(Collected data)
== Segment start ==
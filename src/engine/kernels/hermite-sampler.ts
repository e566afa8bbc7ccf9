/**
 * Sampling a kernel table: quintic Hermite interpolation in theta of g = ln(ez) and
 * g = ln(bh / sin^2 theta), matching g, g', g'' at both nodes of the interval
 * (basis functions of fifth-degree Hermite interpolation, e.g. Burden & Faires,
 * Numerical Analysis, ch. 3), then power = exp(g) (x sin^2 theta for B) and its
 * theta-derivative by the chain rule. Allocation-free.
 * Data layout: data[((i * n) + j) * 6 + k], k = gE, h gE', h^2 gE'', gB, h gB', h^2 gB''.
 */
import type { KernelSample, KernelTable } from './kernel-sample';

export function createHermiteSampler(
  freqs: Float64Array,
  data: Float64Array,
  thetaMin: number,
  h: number,
  nodes: number,
): KernelTable {
  const n = freqs.length;
  const thetaMax = Math.PI;
  const stride = n * 6;
  const invH = 1 / h;
  // Scratch of the last locate(): quintic Hermite basis h0..h5 (values), sin^2 theta, t.
  const w = new Float64Array(8);
  /** Clamp theta to the table, find its interval, fill `w`; returns the data offset of the interval's left node. */
  function locate(theta: number): number {
    if (!(theta > thetaMin)) theta = thetaMin;
    else if (theta > thetaMax) theta = thetaMax;
    const u = (theta - thetaMin) * invH;
    let i = Math.floor(u);
    if (i > nodes - 2) i = nodes - 2;
    const t = u - i;
    const t2 = t * t,
      t3 = t2 * t,
      t4 = t3 * t,
      t5 = t4 * t;
    w[0] = 1 - 10 * t3 + 15 * t4 - 6 * t5;
    w[1] = t - 6 * t3 + 8 * t4 - 3 * t5;
    w[2] = 0.5 * (t2 - 3 * t3 + 3 * t4 - t5);
    w[3] = 10 * t3 - 15 * t4 + 6 * t5;
    w[4] = -4 * t3 + 7 * t4 - 3 * t5;
    w[5] = 0.5 * (t3 - 2 * t4 + t5);
    const sn = Math.sin(theta);
    w[6] = sn * sn;
    w[7] = t;
    return i * stride;
  }
  return {
    freqs,
    n,
    thetaMin,
    step: h,
    nodes,
    sample(theta: number, out: KernelSample): void {
      const clamped = !(theta > thetaMin) || theta > thetaMax;
      let a = locate(theta);
      const h0 = w[0],
        h1 = w[1],
        h2 = w[2],
        h3 = w[3],
        h4 = w[4],
        h5 = w[5],
        s2 = w[6],
        t = w[7];
      const t2 = t * t,
        t3 = t2 * t,
        t4 = t3 * t;
      // t-derivatives of the basis, per radian
      const dScale = clamped ? 0 : invH;
      const q0 = (-30 * t2 + 60 * t3 - 30 * t4) * dScale,
        q1 = (1 - 18 * t2 + 32 * t3 - 15 * t4) * dScale;
      const q2 = 0.5 * (2 * t - 9 * t2 + 12 * t3 - 5 * t4) * dScale,
        q3 = -q0;
      const q4 = (-12 * t2 + 28 * t3 - 15 * t4) * dScale,
        q5 = 0.5 * (3 * t2 - 8 * t3 + 5 * t4) * dScale;
      const s2d = clamped ? 0 : 2 * Math.sin(theta) * Math.cos(theta);
      const { ez, bh, dEz, dBh } = out;
      for (let j = 0; j < n; j++, a += 6) {
        const b = a + stride;
        const e0 = data[a],
          e1 = data[a + 1],
          e2 = data[a + 2],
          f0 = data[b],
          f1 = data[b + 1],
          f2 = data[b + 2];
        const g0 = data[a + 3],
          g1 = data[a + 4],
          g2 = data[a + 5],
          k0 = data[b + 3],
          k1 = data[b + 4],
          k2 = data[b + 5];
        const ge = h0 * e0 + h1 * e1 + h2 * e2 + h3 * f0 + h4 * f1 + h5 * f2;
        const gep = q0 * e0 + q1 * e1 + q2 * e2 + q3 * f0 + q4 * f1 + q5 * f2;
        const gb = h0 * g0 + h1 * g1 + h2 * g2 + h3 * k0 + h4 * k1 + h5 * k2;
        const gbp = q0 * g0 + q1 * g1 + q2 * g2 + q3 * k0 + q4 * k1 + q5 * k2;
        const pe = Math.exp(ge);
        const pb = Math.exp(gb);
        ez[j] = pe;
        dEz[j] = pe * gep;
        bh[j] = pb * s2;
        dBh[j] = pb * (s2 * gbp + s2d);
      }
    },
    samplePower(theta: number, out: Pick<KernelSample, 'ez' | 'bh'>): void {
      let a = locate(theta);
      const h0 = w[0],
        h1 = w[1],
        h2 = w[2],
        h3 = w[3],
        h4 = w[4],
        h5 = w[5],
        s2 = w[6];
      const { ez, bh } = out;
      for (let j = 0; j < n; j++, a += 6) {
        const b = a + stride;
        ez[j] = Math.exp(h0 * data[a] + h1 * data[a + 1] + h2 * data[a + 2] + h3 * data[b] + h4 * data[b + 1] + h5 * data[b + 2]);
        bh[j] =
          s2 *
          Math.exp(
            h0 * data[a + 3] + h1 * data[a + 4] + h2 * data[a + 5] + h3 * data[b + 3] + h4 * data[b + 4] + h5 * data[b + 5],
          );
      }
    },
    addPower(theta: number, wEz: number, wNs: number, wEw: number, ez: Float64Array, bns: Float64Array, bew: Float64Array): void {
      // samplePower's values, added straight into the spectra (no intermediate arrays)
      let a = locate(theta);
      const h0 = w[0],
        h1 = w[1],
        h2 = w[2],
        h3 = w[3],
        h4 = w[4],
        h5 = w[5],
        s2 = w[6];
      for (let j = 0; j < n; j++, a += 6) {
        const b = a + stride;
        const e = Math.exp(
          h0 * data[a] + h1 * data[a + 1] + h2 * data[a + 2] + h3 * data[b] + h4 * data[b + 1] + h5 * data[b + 2],
        );
        const p =
          s2 *
          Math.exp(
            h0 * data[a + 3] + h1 * data[a + 4] + h2 * data[a + 5] + h3 * data[b + 3] + h4 * data[b + 4] + h5 * data[b + 5],
          );
        ez[j] += wEz * e;
        bns[j] += wNs * p;
        bew[j] += wEw * p;
      }
    },
  };
}
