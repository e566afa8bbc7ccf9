/**
 * Kernel tables: Ez and horizontal-B power per unit intensity on a theta grid
 * for every frequency of a band, interpolated in theta.
 *
 * Stored per grid node and frequency: g = ln(power) for Ez and g = ln(bh / sin^2 theta)
 * for B (regular at the antipode), each with g' and g'' from the analytic Legendre
 * derivatives (g' = 2 Re(X'/X), g'' = 2 Re(X''/X - (X'/X)^2)). Between nodes a quintic
 * Hermite polynomial in theta reproduces g, g', g'' at both ends (error O(h^6)).
 * Layout: data[((i * n) + j) * 6 + k], k = gE, h gE', h^2 gE'', gB, h gB', h^2 gB''.
 */
import { bandKey } from '../band';
import type { Cavity } from '../cavity/types';
import { LEGENDRE_OUT, legendreInto, prepareDegree } from '../special/legendre';
import { DEG } from '../constants';
import { KERNEL_CACHE_SIZE, KERNEL_GRID_STEP_DEG, KERNEL_MIN_THETA_DEG } from '../tolerances';
import { fieldFactors } from './field-constants';
import { createKernelSample, type KernelSample } from './kernel-sample';

export { createKernelSample, type KernelSample } from './kernel-sample';

export interface KernelTable {
  readonly freqs: Float64Array;
  /** number of frequency bins */
  readonly n: number;
  /** theta grid: first node, step, node count (radians) */
  readonly thetaMin: number;
  readonly step: number;
  readonly nodes: number;
  /** Fills out.ez, out.bh, out.dEz, out.dBh at angular distance theta (radians). No allocation. */
  sample(theta: number, out: KernelSample): void;
  /** Fills only out.ez and out.bh (no derivatives; cheaper, for misfit-only evaluations). */
  samplePower(theta: number, out: Pick<KernelSample, 'ez' | 'bh'>): void;
}

export type KernelTableOptions = { stepDeg: number; minThetaDeg: number };

export function resolveKernelTableOptions(o: Partial<KernelTableOptions> = {}): KernelTableOptions {
  return { stepDeg: o.stepDeg ?? KERNEL_GRID_STEP_DEG, minThetaDeg: o.minThetaDeg ?? KERNEL_MIN_THETA_DEG };
}

const cache = new Map<string, KernelTable>();

/** The kernel table of a cavity over a frequency grid, cached by cavity key + band + grid. */
export function getKernelTable(cavity: Cavity, freqs: Float64Array, options?: Partial<KernelTableOptions>): KernelTable {
  const o = resolveKernelTableOptions(options);
  const key = `${cavity.key}|${bandKey(freqs)}|${o.stepDeg}|${o.minThetaDeg}`;
  const hit = cache.get(key);
  if (hit) {
    cache.delete(key);
    cache.set(key, hit); // most recently used last
    return hit;
  }
  const table = buildKernelTable(cavity, freqs, o);
  cache.set(key, table);
  while (cache.size > KERNEL_CACHE_SIZE) cache.delete(cache.keys().next().value as string);
  return table;
}

export function buildKernelTable(cavity: Cavity, freqs: Float64Array, options?: Partial<KernelTableOptions>): KernelTable {
  const o = resolveKernelTableOptions(options);
  const thetaMin = o.minThetaDeg * DEG;
  const nodes = Math.max(2, Math.round((Math.PI - thetaMin) / (o.stepDeg * DEG)) + 1);
  const h = (Math.PI - thetaMin) / (nodes - 1);
  const n = freqs.length;
  const data = new Float64Array(nodes * n * 6);
  const L = new Float64Array(LEGENDRE_OUT);
  for (let j = 0; j < n; j++) {
    const nu = cavity.nu(freqs[j]);
    const { eFactor, bFactor } = fieldFactors(nu, freqs[j], cavity.radiusM, cavity.heightM);
    const lnE = Math.log(eFactor);
    const lnB = Math.log(bFactor);
    if (!Number.isFinite(lnE) || !Number.isFinite(lnB))
      throw new RangeError(
        `the cavity has no loss at ${freqs[j]} Hz (nu = ${nu.re} ${nu.im < 0 ? '-' : '+'} ${Math.abs(nu.im)}i sits on a resonance): fields are unbounded; give the propagation table a positive attenuation`,
      );
    const deg = prepareDegree(nu.re, nu.im);
    for (let i = 0; i < nodes; i++) {
      legendreInto(deg, i === nodes - 1 ? Math.PI : thetaMin + i * h, L);
      const at = (i * n + j) * 6;
      logDerivs(L[0], L[1], L[2], L[3], L[4], L[5], lnE, h, data, at);
      logDerivs(L[6], L[7], L[8], L[9], L[10], L[11], lnB, h, data, at + 3);
    }
  }
  return makeTable(freqs, data, thetaMin, h, nodes);
}

/** ln|X|^2 + lnK, h * 2 Re(X'/X), h^2 * 2 Re(X''/X - (X'/X)^2) into data[at..at+2]. */
function logDerivs(xr: number, xi: number, dr: number, di: number, d2r: number, d2i: number, lnK: number, h: number, data: Float64Array, at: number): void {
  const m = xr * xr + xi * xi;
  // r1 = X'/X, r2 = X''/X
  const r1r = (dr * xr + di * xi) / m;
  const r1i = (di * xr - dr * xi) / m;
  const r2r = (d2r * xr + d2i * xi) / m;
  data[at] = lnK + Math.log(m);
  data[at + 1] = h * 2 * r1r;
  data[at + 2] = h * h * 2 * (r2r - (r1r * r1r - r1i * r1i));
}

function makeTable(freqs: Float64Array, data: Float64Array, thetaMin: number, h: number, nodes: number): KernelTable {
  const n = freqs.length;
  const thetaMax = Math.PI;
  const stride = n * 6;
  const invH = 1 / h;
  return {
    freqs,
    n,
    thetaMin,
    step: h,
    nodes,
    sample(theta: number, out: KernelSample): void {
      let clamped = false;
      if (!(theta > thetaMin)) { theta = thetaMin; clamped = true; }
      else if (theta > thetaMax) { theta = thetaMax; clamped = true; }
      const u = (theta - thetaMin) * invH;
      let i = Math.floor(u);
      if (i > nodes - 2) i = nodes - 2;
      const t = u - i;
      const t2 = t * t, t3 = t2 * t, t4 = t3 * t, t5 = t4 * t;
      // quintic Hermite basis (values) and their t-derivatives
      const h0 = 1 - 10 * t3 + 15 * t4 - 6 * t5, h1 = t - 6 * t3 + 8 * t4 - 3 * t5, h2 = 0.5 * (t2 - 3 * t3 + 3 * t4 - t5);
      const h3 = 10 * t3 - 15 * t4 + 6 * t5, h4 = -4 * t3 + 7 * t4 - 3 * t5, h5 = 0.5 * (t3 - 2 * t4 + t5);
      const dScale = clamped ? 0 : invH;
      const q0 = (-30 * t2 + 60 * t3 - 30 * t4) * dScale, q1 = (1 - 18 * t2 + 32 * t3 - 15 * t4) * dScale;
      const q2 = 0.5 * (2 * t - 9 * t2 + 12 * t3 - 5 * t4) * dScale, q3 = -q0;
      const q4 = (-12 * t2 + 28 * t3 - 15 * t4) * dScale, q5 = 0.5 * (3 * t2 - 8 * t3 + 5 * t4) * dScale;
      const s = Math.sin(theta);
      const s2 = s * s;
      const s2d = clamped ? 0 : 2 * s * Math.cos(theta);
      const { ez, bh, dEz, dBh } = out;
      let a = i * stride;
      for (let j = 0; j < n; j++, a += 6) {
        const b = a + stride;
        const e0 = data[a], e1 = data[a + 1], e2 = data[a + 2], f0 = data[b], f1 = data[b + 1], f2 = data[b + 2];
        const g0 = data[a + 3], g1 = data[a + 4], g2 = data[a + 5], k0 = data[b + 3], k1 = data[b + 4], k2 = data[b + 5];
        const ge = h0 * e0 + h1 * e1 + h2 * e2 + h3 * f0 + h4 * f1 + h5 * f2;
        const gep = q0 * e0 + q1 * e1 + q2 * e2 + q3 * f0 + q4 * f1 + q5 * f2;
        const gb = h0 * g0 + h1 * g1 + h2 * g2 + h3 * k0 + h4 * k1 + h5 * k2;
        const gbp = q0 * g0 + q1 * g1 + q2 * g2 + q3 * k0 + q4 * k1 + q5 * k2;
        const pe = Math.exp(ge);
        const pb = Math.exp(gb);
        ez[j] = pe;
        dEz[j] = pe * gep;
        bh[j] = pb * s2;
        dBh[j] = pb * (s2 * gbp + s2d);
      }
    },
    samplePower(theta: number, out: Pick<KernelSample, 'ez' | 'bh'>): void {
      if (!(theta > thetaMin)) theta = thetaMin;
      else if (theta > thetaMax) theta = thetaMax;
      const u = (theta - thetaMin) * invH;
      let i = Math.floor(u);
      if (i > nodes - 2) i = nodes - 2;
      const t = u - i;
      const t2 = t * t, t3 = t2 * t, t4 = t3 * t, t5 = t4 * t;
      const h0 = 1 - 10 * t3 + 15 * t4 - 6 * t5, h1 = t - 6 * t3 + 8 * t4 - 3 * t5, h2 = 0.5 * (t2 - 3 * t3 + 3 * t4 - t5);
      const h3 = 10 * t3 - 15 * t4 + 6 * t5, h4 = -4 * t3 + 7 * t4 - 3 * t5, h5 = 0.5 * (t3 - 2 * t4 + t5);
      const s = Math.sin(theta);
      const s2 = s * s;
      const { ez, bh } = out;
      let a = i * stride;
      for (let j = 0; j < n; j++, a += 6) {
        const b = a + stride;
        ez[j] = Math.exp(h0 * data[a] + h1 * data[a + 1] + h2 * data[a + 2] + h3 * data[b] + h4 * data[b + 1] + h5 * data[b + 2]);
        bh[j] = s2 * Math.exp(h0 * data[a + 3] + h1 * data[a + 4] + h2 * data[a + 5] + h3 * data[b + 3] + h4 * data[b + 4] + h5 * data[b + 5]);
      }
    },
  };
}

/** Empties the in-process table cache (tests, memory pressure). */
export function clearKernelTableCache(): void {
  cache.clear();
}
== Segment end ==
**WHAT IS REQUIRED**
Which lines above contain the word "buildKernelTable"? Show each of them.

**SOLUTION BELOW**
  const table = buildKernelTable(cavity, freqs, o);
export function buildKernelTable(cavity: Cavity, freqs: Float64Array, options?: Partial<KernelTableOptions>): KernelTable {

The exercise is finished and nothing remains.